There is also something to be said for individual personalities and their accompanying social cognition. Some folks have a delusional attribution system whereby others get the blame for everything bad (or everything less than perfect) that happens to them. 

I draw your attention to the tragedy at Concordia University in 1992 ( http://en.wikipedia.org/wiki/Concordia_University_massacre ) in which faculty member Valery Fabrikant grew increasingly hostile against other faculty members there, depicting them as obstacles to his ascendance to greatness. he had a history of being argumentative, suspicious and resentful against people he worked with. Fabrikant entered the school armed and murdered 4 profs. Pictures of him being taken out of the building by police appear to show him smirking.

One certainly CAN and SHOULD attempt to resolve issues of power, poverty, etc in those places where extremist groups arise. But a perfect world is hard to achieve, and while the world remains imperfect, there are those, much like Fabrikant, who will weave a narrative for themselves where some identifiable group, like coworkers, blacks, women, Jews, "the West", "big business", commies, or whomever, will be viewed as the only plausible reason for whatever it is that is lacking in the person's life. That delusional system will remain relatively impervious to rational debate, and the individual will pursue violent means to address their resentment against those imagined oppressors. If they happen to be charismatic in any way, they can easily co-opt others who may be lost in their own lives and find that person's blame-narrative a simple and cohesive explanation that gives them a sense of meaning and forward motion in an otherwise adrift life. "Destroying the enemy" becomes something to live for...and die for.

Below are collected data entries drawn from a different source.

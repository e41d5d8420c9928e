import { PROBLEMS } from '#shared/api/problems.ts';
import { ENGINE } from '#server/domain/attitude/engine.ts';
import { cutLines, NOTHING, type Encoder } from './encoder.ts';
import { textRows } from './text.ts';

/** One JSON array a line, and a last line that is an object: the count and the warnings, or the problem. Without that line the answer is not whole. */
export function ndjsonEncoder(width: number): Encoder {
  return {
    opening: NOTHING,
    rows: (numbers) => textRows(numbers, width, '[', ']\n'),
    cut: cutLines,
    closing: ({ attitudes, warnings }) => Buffer.from(`${JSON.stringify({ count: attitudes, warnings, engine: ENGINE })}\n`),
    refusal({ code, message, row, items }, requestId) {
      const { status, title } = PROBLEMS[code];
      return Buffer.from(`${JSON.stringify({ problem: { type: `/problems/${code}`, title, status, detail: message, instance: `/requests/${requestId}`, code, errors: items, row } })}\n`);
    },
  };
}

Clearly, if everyone's life was paradise, them such blame-narratives would not arise, so there is every reason to want to address things like despotic regimes around the world, or at least remove our support for despotic regimes. But unless those daily experiences are replaced with paradise, there is still fuel for the blame-narrative, and one has to be on the lookout for it.

Regardless of what you may think of him as a politician and leader, Michael Ignatieff is a solid thinker when it comes to political philosophy. In his book "The Lesser Evil" ( http://www.amazon.ca/Lesser-Evil-Michael-Ignatieff/dp/0143054643 ), and the series of lectures that arose from it (or in preparation for it), he makes some interesting points about threads which run through contemporary groups that employ terrorism as a strategy. One of those is that the contemporary terrorist group wishes to demonstrate the futility of negotiating with the other side. So, the closer one gets to pursuing a peaceful agreement with the perceived oppressor, the greater the likelihood that some member of the group will carry out an attack which is designed to deliberately provoke aggression from the other side; indeed *extreme* aggression. The implicit purpose, Ignatieff holds, is to be able to say "You see? I *told* you they can't be trusted." 

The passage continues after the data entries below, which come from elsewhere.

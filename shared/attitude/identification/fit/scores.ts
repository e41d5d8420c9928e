import { TURN_COUNT, TURNS } from '../lattice/turns.ts';
import { bestRotation, dot9 } from './best-rotation.ts';
import type { Moments } from './moments.ts';

/** For each pair of turns the nine places of the sums that its trace takes, and their signs. */
const PLACES = new Uint8Array(TURN_COUNT * TURN_COUNT * 9);
const SIGNS = new Int8Array(TURN_COUNT * TURN_COUNT * 9);
TURNS.forEach((body, b) => TURNS.forEach((reference, r) => {
  for (let k = 0; k < 3; k++) for (let l = 0; l < 3; l++) {
    const to = 9 * (TURN_COUNT * b + r) + 3 * k + l;
    PLACES[to] = 9 * (3 * k + l) + 3 * body.column[k]! + reference.column[l]!;
    SIGNS[to] = body.sign[k]! * reference.sign[l]!;
  }
}));

/** Σ tr(Mᵀ P_b C P_rᵀ) for one pair of turns. */
export function pairScore(sums: Float64Array, pair: number): number {
  let score = 0;
  for (let k = 9 * pair; k < 9 * pair + 9; k++) score += SIGNS[k]! * sums[PLACES[k]!]!;
  return score;
}

/**
 * Σ |r|² over the samples, r the error rotation: |M − A|² / 2 = 4 sin²(|r| / 2), from the squares of the matrices as
 * they are, since 3 − trace would be first order in their rounding. May come out a rounding error below 0.
 */
export const squaredError = ({ squares }: Moments, score: number): number => Math.max(0, squares / 2 - score);

/** A rotation fitted on one side, with its score. */
export interface SideFit {
  readonly rotation: Float64Array;
  readonly score: number;
}

const g = new Float64Array(9);
const SQRT3 = Math.sqrt(3);

/** The rotation A that fits M = P_b C A best, or null where no rotation can score `atLeast`. */
export function fitReferenceSide({ cross }: Moments, bodyTurn: number, atLeast: number): SideFit | null {
  const { column, sign } = TURNS[bodyTurn]!;
  for (let m = 0; m < 3; m++) for (let l = 0; l < 3; l++) {
    let sum = 0;
    for (let k = 0; k < 3; k++) sum += sign[k]! * cross[9 * (3 * k + l) + 3 * column[k]! + m]!;
    g[3 * m + l] = sum;
  }
  return fitted(atLeast);
}

/** The rotation B that fits M = B C P_rᵀ best, or null where no rotation can score `atLeast`. */
export function fitBodySide({ cross }: Moments, referenceTurn: number, atLeast: number): SideFit | null {
  const { column, sign } = TURNS[referenceTurn]!;
  for (let k = 0; k < 3; k++) for (let m = 0; m < 3; m++) {
    let sum = 0;
    for (let l = 0; l < 3; l++) sum += sign[l]! * cross[9 * (3 * k + l) + 3 * m + column[l]!]!;
    g[3 * k + m] = sum;
  }
  return fitted(atLeast);
}

function fitted(atLeast: number): SideFit | null {
  // No rotation scores more than √3 |G|.
  if (SQRT3 * Math.sqrt(dot9(g, g)) < atLeast) return null;
  const rotation = bestRotation(g);
  const score = dot9(g, rotation);
  return score < atLeast ? null : { rotation, score };
}

/** Best rotation A for M = B C A with any rotation B. */
export function fitReferenceGiven({ cross }: Moments, b: Float64Array): Float64Array {
  for (let m = 0; m < 3; m++) for (let l = 0; l < 3; l++) {
    let sum = 0;
    for (let n = 0; n < 3; n++) for (let k = 0; k < 3; k++) sum += cross[9 * (3 * k + l) + 3 * n + m]! * b[3 * k + n]!;
    g[3 * m + l] = sum;
  }
  return bestRotation(g);
}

In a sense, the blame narrative becomes so precious to such individuals, that nothing can be permitted to force them to abandon it, not even achieving the original objectives. Now, it is one thing to have a lousy breakup and wallow in "That bitch/bastard ruined my life" for years afterwards, and quite another to live in a universe permeated by great satans and such that are so deserving of extermination that any collateral damage, including oneself, is justifiable. That person could be Valery Fabrikant, they could be Marc Lepine, they could be Timothy Mcvey, and they could be Mullah Omar or Osama Bin Laden.

The long and the short of it is that doing the right is the right thing to do, and one shouldn't let one's apprehension about nutbars prevent you from taking the high road at every opportunity presented, but nutbars exist. Sometimes, they are simply a reason to ask to be put on a different work shift. Sometimes, they are a reason to leave a relationship. Sometimes they result in a beating. Sometimes in a couple of deaths. And sometimes, if such individuals fall in with the wrong folks and have access to the wrong materials, they result in hundreds of deaths. 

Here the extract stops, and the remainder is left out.